(Saved data entries)
* * * * * * * * *
/** Pattern work of a factorization shared by the real and complex forms: the search and L's and U's structure. */
class SparseLuStructure {
  protected readonly n: number;
  protected readonly p: SparsePattern;
  protected readonly order: Int32Array;
  /** Row -> step at which it became pivotal (-1: not yet); prow: step -> row. */
  protected readonly pinv: Int32Array;
  protected readonly prow: Int32Array;
  protected readonly lStart: Int32Array;
  protected readonly uStart: Int32Array;
  protected lRow: Int32Array;
  protected uRow: Int32Array;
  /** Search output: xi[top..n-1] holds the reached rows in topological order. */
  protected readonly xi: Int32Array;
  private readonly stack: Int32Array;
  private readonly next: Int32Array;
  protected readonly mark: Int32Array;
  protected stamp = 0;
  /** Values of L and U (one array for the real form; real and imaginary parts for the complex). */
  protected readonly lValues: Float64Array[] = [];
  protected readonly uValues: Float64Array[] = [];
  /** U's diagonal and the column being computed, by part likewise. */
  protected readonly diagonal: Float64Array[] = [];
  protected readonly work: Float64Array[] = [];
  /** Times the factors' storage had to grow (pivots off the diagonal filling past the estimate). */
  growths = 0;
  /**
   * The searches of the last factorization, kept: step k's reached rows, in xi's order, are
   * reachRows[reachStart[k] .. reachStart[k + 1] - 1], and keptProw its pivots. While every pivot
   * so far falls on the row it fell on last time, L's columns so far and the pivotal rows are
   * the same, so step k's search would reach the same rows in the same order: it is read back
   * instead of made again, and the factors are the same bits.
   */
  private reachRows: Int32Array;
  private readonly reachStart: Int32Array;
  private readonly keptProw: Int32Array;
  /** Steps whose search is kept (0 before the first factorization, and after a failed one's step). */
  private keptSteps = 0;
  /** Whether every pivot of the factorization under way so far matched the kept one. */
  private samePivots = false;
  /** Searches read back rather than made, over this object's life (for tests and the bench). */
  searchesReused = 0;

  /** `slack`: room past the analysis' estimate in each factor (n unless a test asks for less); parts: 1 real, 2 complex. */
  constructor(analysis: SparseLuAnalysis, buffers: Buffers, slack: number, parts: number) {
    const n = analysis.pattern.n;
    this.n = n;
    this.p = analysis.pattern;
    this.order = analysis.order;
    this.pinv = buffers.int32(n);
    this.prow = buffers.int32(n);
    this.lStart = buffers.int32(n + 1);
    this.uStart = buffers.int32(n + 1);
    const cap = analysis.factorEntries + slack;
    this.lRow = buffers.int32(cap);
    this.uRow = buffers.int32(cap);
    this.xi = buffers.int32(n);
    this.stack = buffers.int32(n);
    this.next = buffers.int32(n);
    this.mark = buffers.int32(n);
    this.reachRows = buffers.int32(2 * cap + n);
    this.reachStart = buffers.int32(n + 1);
    this.keptProw = buffers.int32(n);
    for (let k = 0; k < parts; k++) {
      this.lValues.push(buffers.float64(cap));
      this.uValues.push(buffers.float64(cap));
      this.diagonal.push(buffers.float64(n));
      this.work.push(buffers.float64(n));
    }
  }

  protected begin(): void {
    this.pinv.fill(-1);
    this.mark.fill(0);
    this.stamp = 0;
    this.samePivots = true;
  }

  /**
   * Step k's search (column j of A): the kept one while the pivots so far match, else a fresh
   * one, which is then kept. Returns top (see xi); the reached rows are marked with this step's
   * stamp either way.
   */
  protected search(k: number, j: number): number {
    const { xi, mark, reachStart } = this;
    if (this.samePivots && k < this.keptSteps) {
      const stamp = ++this.stamp;
      const rows = this.reachRows;
      const from = reachStart[k]!;
      const top = this.n - (reachStart[k + 1]! - from);
      for (let q = from, t = top; t < this.n; q++, t++) {
        const i = rows[q]!;
        xi[t] = i;
        mark[i] = stamp;
      }
      this.searchesReused++;
      return top;
    }
    const top = this.reach(j);
    const from = reachStart[k]!;
    const length = this.n - top;
    if (from + length > this.reachRows.length) this.reachRows = grownInt(this.reachRows, Math.max(2 * this.reachRows.length, from + length));
    const rows = this.reachRows;
    for (let t = top, q = from; t < this.n; t++, q++) rows[q] = xi[t]!;
    reachStart[k + 1] = from + length;
    // Steps after k were searched under other pivots; k's own pivot is settled by `pivoted`.
    this.keptSteps = k;
    return top;
  }

  /** Step k's pivot row, once chosen: whether the next search may be read back. */
  protected pivoted(k: number, row: number): void {
    if (this.samePivots && k < this.keptSteps && this.keptProw[k] === row) return;
    this.samePivots = false;
    this.keptProw[k] = row;
    this.keptSteps = k + 1;
  }

  /** Rows reached from column j of A through the columns of L so far; returns top (see xi). */
  protected reach(j: number): number {
    const { p, pinv, lStart, xi, stack, next, mark } = this;
    const lRow = this.lRow;
    const stamp = ++this.stamp;
    let top = this.n;
    for (let q = p.colStart[j]!; q < p.colStart[j + 1]!; q++) {
      const start = p.row[q]!;
      if (mark[start] === stamp) continue;
      let head = 0;
      stack[0] = start;
      mark[start] = stamp;
      next[0] = pinv[start]! >= 0 ? lStart[pinv[start]!]! : 0;
      while (head >= 0) {
        const i = stack[head]!;
        const s = pinv[i]!;
        const end = s >= 0 ? lStart[s + 1]! : 0;
        let descended = false;
        for (let r = next[head]!; r < end; r++) {
          const child = lRow[r]!;
          if (mark[child] === stamp) continue;
          next[head] = r + 1;
          mark[child] = stamp;
          stack[++head] = child;
          next[head] = pinv[child]! >= 0 ? lStart[pinv[child]!]! : 0;
          descended = true;
          break;
        }
        if (!descended) {
          head--;
          xi[--top] = i;
        }
      }
    }
    return top;
  }

  /** Room for `more` entries in L and U past lnz and unz (grows them by doubling when short). */
  protected room(lnz: number, unz: number, more: number): void {
    if (lnz + more > this.lRow.length) {
      const cap = Math.max(2 * this.lRow.length, lnz + more);
      this.lRow = grownInt(this.lRow, cap);
      for (let k = 0; k < this.lValues.length; k++) this.lValues[k] = grownFloat(this.lValues[k]!, cap);
      this.growths++;
    }
    if (unz + more > this.uRow.length) {
      const cap = Math.max(2 * this.uRow.length, unz + more);
      this.uRow = grownInt(this.uRow, cap);
      for (let k = 0; k < this.uValues.length; k++) this.uValues[k] = grownFloat(this.uValues[k]!, cap);
      this.growths++;
    }
  }

  /** Steps of the last factorization whose pivot left the diagonal of the ordered matrix. */
  offDiagonalPivots(): number {
    let count = 0;
    for (let k = 0; k < this.n; k++) if (this.prow[k] !== this.order[k]) count++;
    return count;
  }

  /** Entries stored in L and U (off their diagonals) by the last factorization. */
  factorEntries(): number {
    return this.lStart[this.n]! + this.uStart[this.n]!;
  }

  /** After the last column: L's row indices from row numbers to steps. */
  protected finish(): void {
    const lRow = this.lRow;
    const end = this.lStart[this.n]!;
    for (let q = 0; q < end; q++) lRow[q] = this.pinv[lRow[q]!]!;
  }
}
* * * * * * * * *
Task prompt = Write out every line of the entries that holds the word "child".

Final answer =
          const child = lRow[r]!;
          if (mark[child] === stamp) continue;
          mark[child] = stamp;
          stack[++head] = child;
          next[head] = pinv[child]! >= 0 ? lStart[pinv[child]!]! : 0;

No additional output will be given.